For this exercise, return exactly the lines of the material below that begin at the one with "is too long." and stop after the one with "fn fmt(&self, f: &mut".

BEGIN

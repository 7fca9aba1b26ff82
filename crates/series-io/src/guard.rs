//! A reader wrapper that hashes the input, drops a UTF-8 BOM and caps the record size.
//!
//! The csv crate buffers a whole record before handing it over, so a 1 GiB line (or an
//! unclosed quote at the top of a huge file) would be buffered whole. This wrapper follows
//! the same quoting rules as the csv parser, byte by byte, and fails the read as soon as
//! one record grows past the limit, before the parser can buffer it.

use std::collections::VecDeque;
use std::io::{self, Read};

use sha2::{Digest, Sha256};

const BOM: [u8; 3] = [0xEF, 0xBB, 0xBF];

/// Where the scanner stands inside the CSV grammar (RFC 4180 quoting, as csv-core reads it:
/// a quote opens a quoted field only at the start of a field, `""` inside is a literal quote,
/// anything after the closing quote up to the delimiter is kept as plain text).
#[derive(Debug, Clone, Copy, PartialEq, Eq)]
enum Scan {
    FieldStart,
    Unquoted,
    Quoted,
    QuoteInQuoted,
}

/// Marker carried inside the `io::Error` the guard returns when a record is too long.
#[derive(Debug)]
pub(crate) struct RecordTooLong;

impl std::fmt::Display for RecordTooLong {
    fn fmt(&self, f: &mut std::fmt::Formatter<'_>) -> std::fmt::Result {
        f.write_str("record longer than the configured limit")
    }
}

impl std::error::Error for RecordTooLong {}

pub(crate) struct GuardedReader<R> {
    inner: R,
    hasher: Sha256,
    /// Bytes read ahead to look for a BOM, served before `inner`.
    head: [u8; 3],
    head_len: usize,
    head_pos: usize,
    started: bool,
    scan: Scan,
    record_bytes: u64,
    limit: u64,
    /// 1-based row of the byte being scanned. A row ends at `\r`, or at `\n` not
    /// preceded by `\r`, outside quotes, so LF, CRLF and CR-only files are all counted as an
    /// editor does, and a quoted line break does not shift the rows after it.
    line: u64,
    prev_cr: bool,
    /// Bytes handed to the parser so far (after any BOM), the parser's byte coordinates.
    served: u64,
    /// (offset, line) of each record start handed to the parser and not yet looked up:
    /// at most one per record in the parser's read-ahead buffer, blank lines take none.
    starts: VecDeque<(u64, u64)>,
    at_record_start: bool,
    record_line: u64,
    tripped: bool,
    /// The inner reader returned end of input.
    eof: bool,
}

impl<R: Read> GuardedReader<R> {
    pub(crate) fn new(inner: R, limit: u64) -> Self {
        Self {
            inner,
            hasher: Sha256::new(),
            head: [0; 3],
            head_len: 0,
            head_pos: 0,
            started: false,
            scan: Scan::FieldStart,
            record_bytes: 0,
            limit,
            line: 1,
            prev_cr: false,
            served: 0,
            starts: VecDeque::new(),
            at_record_start: true,
            record_line: 1,
            tripped: false,
            eof: false,
        }
    }

    /// Whether the input ended inside a quoted field (a quote that was never closed).
    pub(crate) fn ended_in_quotes(&self) -> bool {
        self.eof && matches!(self.scan, Scan::Quoted)
    }

    /// Whether a read failed because a record passed the limit.
    pub(crate) fn tripped(&self) -> bool {
        self.tripped
    }

    /// The 1-based line where the current (or over-long) record starts.
    pub(crate) fn record_line(&self) -> u64 {
        self.record_line
    }

    /// The 1-based line of the record the parser reports at byte offset `byte`.
    ///
    /// The parser's offset may point before blank lines that precede the record, so the
    /// answer is the first record start at or after it. Offsets must not decrease from one
    /// call to the next (records are looked up in order).
    pub(crate) fn line_at(&mut self, byte: u64) -> u64 {
        while self.starts.front().is_some_and(|&(at, _)| at < byte) {
            self.starts.pop_front();
        }
        self.starts.front().map_or(self.line, |&(_, line)| line)
    }

    /// Hex SHA-256 of every byte read so far (the whole input once the parser hit EOF).
    pub(crate) fn finish_hex(self) -> String {
        crate::checksum::to_hex(&self.hasher.finalize())
    }

    fn start(&mut self) -> io::Result<()> {
        while self.head_len < 3 {
            match self.inner.read(&mut self.head[self.head_len..]) {
                Ok(0) => break,
                Ok(n) => self.head_len += n,
                Err(e) if e.kind() == io::ErrorKind::Interrupted => {}
                Err(e) => return Err(e),
            }
        }
        self.hasher.update(&self.head[..self.head_len]);
        if self.head_len == 3 && self.head == BOM {
            self.head_pos = 3;
        }
        self.started = true;
        Ok(())
    }

    /// Advance the scanner over `bytes`; returns false once the record limit is passed.
    fn scan(&mut self, bytes: &[u8]) -> bool {
        for &b in bytes {
            let ends_record = match (self.scan, b) {
                (Scan::Quoted, b'"') => {
                    self.scan = Scan::QuoteInQuoted;
                    false
                }
                (Scan::Quoted, _) => false,
                (_, b'\n' | b'\r') => {
                    self.scan = Scan::FieldStart;
                    true
                }
                (Scan::FieldStart, b'"') => {
                    self.scan = Scan::Quoted;
                    false
                }
                (Scan::QuoteInQuoted, b'"') => {
                    self.scan = Scan::Quoted;
                    false
                }
                (_, b',') => {
                    self.scan = Scan::FieldStart;
                    false
                }
                _ => {
                    self.scan = Scan::Unquoted;
                    false
                }
            };
            if ends_record {
                self.record_bytes = 0;
                self.at_record_start = true;
            } else {
                if self.at_record_start {
                    self.at_record_start = false;
                    self.record_line = self.line;
                    self.starts.push_back((self.served, self.line));
                }
                self.record_bytes += 1;
                if self.record_bytes > self.limit {
                    return false;
                }
            }
            // A line break inside a quoted field belongs to the field, not to a new row.
            if ends_record && (b == b'\r' || (b == b'\n' && !self.prev_cr)) {
                self.line += 1;
            }
            self.prev_cr = b == b'\r';
            self.served += 1;
        }
        true
    }
}

impl<R: Read> Read for GuardedReader<R> {
    fn read(&mut self, buf: &mut [u8]) -> io::Result<usize> {
        if self.tripped {
            return Err(io::Error::other(RecordTooLong));
        }
        if !self.started {
            self.start()?;
        }
        let n = if self.head_pos < self.head_len {
            let n = (self.head_len - self.head_pos).min(buf.len());
            buf[..n].copy_from_slice(&self.head[self.head_pos..self.head_pos + n]);
            self.head_pos += n;
            n
        } else {
            let n = self.inner.read(buf)?;
            if n == 0 && !buf.is_empty() {
                self.eof = true;
            }
            self.hasher.update(&buf[..n]);
            n
        };
        if !self.scan(&buf[..n]) {
            self.tripped = true;
            return Err(io::Error::other(RecordTooLong));
        }
        Ok(n)
    }
}

#[cfg(test)]
mod tests {
    use super::*;

    fn read_all(input: &[u8], limit: u64) -> (io::Result<Vec<u8>>, u64) {
        let mut g = GuardedReader::new(input, limit);
        let mut out = Vec::new();
        let r = g.read_to_end(&mut out).map(|_| out);
        (r, g.record_line())
    }

    #[test]
    fn passes_bytes_through_and_strips_bom() {
        let (out, _) = read_all(b"\xEF\xBB\xBFt,x\n1,2\n", 100);
        assert_eq!(out.unwrap(), b"t,x\n1,2\n");
        let (out, _) = read_all(b"ab", 100);
        assert_eq!(out.unwrap(), b"ab");
    }

    #[test]
    fn hash_covers_the_bom_too() {
        // SHA-256("abc") from FIPS 180-2, Appendix B.1 (NIST 2002).
        let mut g = GuardedReader::new(&b"abc"[..], 100);
        std::io::copy(&mut g, &mut std::io::sink()).unwrap();
        assert_eq!(
            g.finish_hex(),
            "ba7816bf8f01cfea414140de5dae2223b00361a396177a9cb410ff61f20015ad"
        );
    }

    #[test]
    fn limit_counts_records_not_lines() {
        // A quoted field may span lines (RFC 4180, Shafranovich 2005, section 2.6), so the
        // limit applies to the whole record.
        let input = b"a,\"x\nyyyyyyyyyy\nzzzz\"\n1,2\n";
        let (out, line) = read_all(input, 12);
        assert!(out.is_err());
        assert_eq!(line, 1);
        let (out, _) = read_all(input, 100);
        assert!(out.is_ok());
    }

    #[test]
    fn short_records_pass_under_a_tight_limit() {
        let (out, _) = read_all(b"ab,cd\r\nef,gh\r\n\"i\"\"j\"\n", 6);
        assert!(out.is_ok());
        let (out, line) = read_all(b"ab,cd\nef,gh\nabcdefg\n", 6);
        assert!(out.is_err());
        assert_eq!(line, 3);
    }
}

END

▸ **Response**:
/// Marker carried inside the `io::Error` the guard returns when a record is too long.
#[derive(Debug)]
pub(crate) struct RecordTooLong;

impl std::fmt::Display for RecordTooLong {
    fn fmt(&self, f: &mut std::fmt::Formatter<'_>) -> std::fmt::Result {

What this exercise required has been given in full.